I'm currently trying to most efficiently multiply an array by complex numbers in place (the memory is aligned just like std :: complex will, but currently uses our own ADT) with an array of scalar values โโthat is the same size as array of complex numbers.
The algorithm is already parallelized, i.e. the caller splits the work into threads. This calculation is performed on arrays of $ 100 million - so it may take some time. CUDA is not a solution for this product, although I would like to. I have access to boost and therefore have some potential for using BLAS / uBLAS.
I think, however, that SIMD can give much better results, but I am not good enough at how to do this with complex numbers. The code that I have now looks like this (remember that this is due to threads that correspond to the number of cores on the target machine). The target machine is also unknown. Thus, a general approach is probably best.
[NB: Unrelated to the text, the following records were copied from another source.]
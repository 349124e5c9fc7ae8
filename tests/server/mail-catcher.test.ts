import { afterEach, describe, expect, it } from "vitest";
import { randomBytes } from "node:crypto";
import { mkdtemp, readdir, rm } from "node:fs/promises";
import { tmpdir } from "node:os";
import path from "node:path";
import { startMailCatcher, type MailCatcher } from "../../server/mail/catcher";
import { createSmtpMailer, type Mailer } from "../../server/mail/mailer";

const open: Array<{ catcher: MailCatcher; mailer: Mailer }> = [];
const dirs: string[] = [];

async function setup(options: Parameters<typeof startMailCatcher>[0] = {}) {
  const catcher = await startMailCatcher({ port: 0, ...options });
  const mailer = createSmtpMailer({ host: "127.0.0.1", port: catcher.port }, { from: "Ridgewright <no-reply@example.com>" });
  open.push({ catcher, mailer });
  return { catcher, mailer };
}

afterEach(async () => {
  for (const { catcher, mailer } of open.splice(0)) {
    mailer.close?.();
    await catcher.close();
  }
  for (const d of dirs.splice(0)) await rm(d, { recursive: true, force: true });
});

const pdfLike = () => Buffer.concat([Buffer.from("%PDF-1.7\n"), randomBytes(200_000), Buffer.from([0, 255, 13, 10, 0])]);

describe("local mail catcher", () => {
  it("listens on 127.0.0.1 on a free port when asked for port 0", async () => {
    const { catcher } = await setup();
    expect(catcher.port).toBeGreaterThan(0);
    expect(catcher.host).toBe("127.0.0.1");
  });

  it("receives a message sent with nodemailer: addresses, subject, both bodies, byte-identical attachment", async () => {
    const { catcher, mailer } = await setup();
    const pdf = pdfLike();
    const { messageId } = await mailer.send({
      to: ["Ana Ferreira <ana.ferreira@example.com>", "office@example.com"],
      cc: "copy@example.com",
      bcc: "hidden@example.com",
      subject: "Your roof proposal — Łódź ✓",
      text: "Hello Ana,\nyour proposal is attached.",
      html: "<p>Hello Ana,<br>your proposal is <b>attached</b>.</p>",
      attachments: [{ filename: "proposal 12.pdf", contentType: "application/pdf", content: pdf }],
    });
    const msg = await catcher.waitFor((m) => m.messageId === messageId, 3_000);
    expect(msg).toMatchObject({
      from: "no-reply@example.com",
      to: ["ana.ferreira@example.com", "office@example.com"],
      cc: ["copy@example.com"],
      subject: "Your roof proposal — Łódź ✓",
      text: "Hello Ana,\nyour proposal is attached.",
      attachments: [{ filename: "proposal 12.pdf", contentType: "application/pdf", size: pdf.length }],
    });
    expect(msg.envelopeTo.sort()).toEqual(
      ["ana.ferreira@example.com", "copy@example.com", "hidden@example.com", "office@example.com"].sort(),
    );
    expect(msg.html).toContain("<b>attached</b>");
    expect(msg.id).toMatch(/^\d{13}-[0-9a-f]{8}$/);
    expect(Number.isNaN(Date.parse(msg.date))).toBe(false);
    const att = await catcher.attachment(msg.id, 0);
    expect(att!.content.equals(pdf)).toBe(true);
    expect(await catcher.attachment(msg.id, 1)).toBeUndefined();
    expect(catcher.get(msg.id)).toEqual(msg);
    expect(catcher.get("0000000000000-00000000")).toBeUndefined();
  });

  it("lists messages newest first and drops the oldest beyond maxMessages", async () => {
    const { catcher, mailer } = await setup({ maxMessages: 2 });
    for (const n of [1, 2, 3]) {
      await mailer.send({ to: "a@example.com", subject: `Message ${n}`, text: `n=${n}`, html: `<p>${n}</p>` });
    }
    expect(catcher.messages().map((m) => m.subject)).toEqual(["Message 3", "Message 2"]);
    await catcher.clear();
    expect(catcher.messages()).toEqual([]);
  });

  it("reads the company and kind tags the outbox adds in catcher mode", async () => {
    const { catcher, mailer } = await setup();
    await mailer.send({
      to: "a@example.com",
      subject: "Tagged",
      text: "t",
      html: "<p>t</p>",
      headers: { "X-Ridgewright-Company": "42", "X-Ridgewright-Kind": "password_reset" },
    });
    await mailer.send({ to: "a@example.com", subject: "Untagged", text: "t", html: "<p>t</p>" });
    const [untagged, tagged] = catcher.messages();
    expect(tagged).toMatchObject({ subject: "Tagged", companyId: 42, kind: "password_reset" });
    expect(untagged).toMatchObject({ subject: "Untagged", companyId: null, kind: null });
  });

  it("keeps the inbox on disk: a new catcher on the same folder shows the messages and attachments", async () => {
    const dir = await mkdtemp(path.join(tmpdir(), "rw-mail-"));
    dirs.push(dir);
    const first = await setup({ dir });
    const bytes = pdfLike();
    await first.mailer.send({
      to: "a@example.com",
      subject: "Survives a restart",
      text: "t",
      html: "<p>t</p>",
      attachments: [{ filename: "p.pdf", contentType: "application/pdf", content: bytes }],
    });
    const before = first.catcher.messages();
    first.mailer.close?.();
    await first.catcher.close();
    expect((await readdir(dir)).filter((n) => !n.startsWith("."))).toEqual([before[0].id]);

    const second = await setup({ dir });
    expect(second.catcher.messages()).toEqual(before);
    const att = await second.catcher.attachment(before[0].id, 0);
    expect(att!.content.equals(bytes)).toBe(true);
    await second.catcher.clear();
    expect(await readdir(dir)).toEqual([]);
  });

  it("refuses a message over its size limit and keeps nothing", async () => {
    const { catcher, mailer } = await setup({ maxMessageBytes: 50_000 });
    await expect(
      mailer.send({
        to: "a@example.com",
        subject: "Too big",
        text: "t",
        html: "<p>t</p>",
        attachments: [{ filename: "big.bin", contentType: "application/octet-stream", content: randomBytes(100_000) }],
      }),
    ).rejects.toThrow();
    expect(catcher.messages()).toEqual([]);
  });

  it("waitFor rejects when nothing arrives in time", async () => {
    const { catcher } = await setup();
    await expect(catcher.waitFor(() => true, 100)).rejects.toThrow(/within 100 ms/);
  });
});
void cmult_scalar_inplace(fcomplex *values, const int start, const int end, const float *scalar) { for (register int idx = start; idx < end; ++idx) { values[idx].real *= scalar[idx]; values[idx].imag *= scalar[idx]; } }
fcomplex is defined as follows:
struct fcomplex { float real; float imag; };
I tried to manually expand the loop, since my loop counter will always have a value of 2, but the compiler is already doing this for me (I deployed to 32). I tried the const float reference to the scalar, thinking that I would keep one access - and this turned out to be equal to what the compiler already did. I tried STL and transformed which game is close to the results, but worse. I also tried casting in std :: complex and allowed it to use the overloaded operator for a scalar * complex for multiplication, but this ended up giving the same results.
So who has any ideas? Much attention is paid to your opinion in this regard! The target platform is Windows. I am using Visual Studio 2008. The product also cannot contain GPL code! Thank you very much.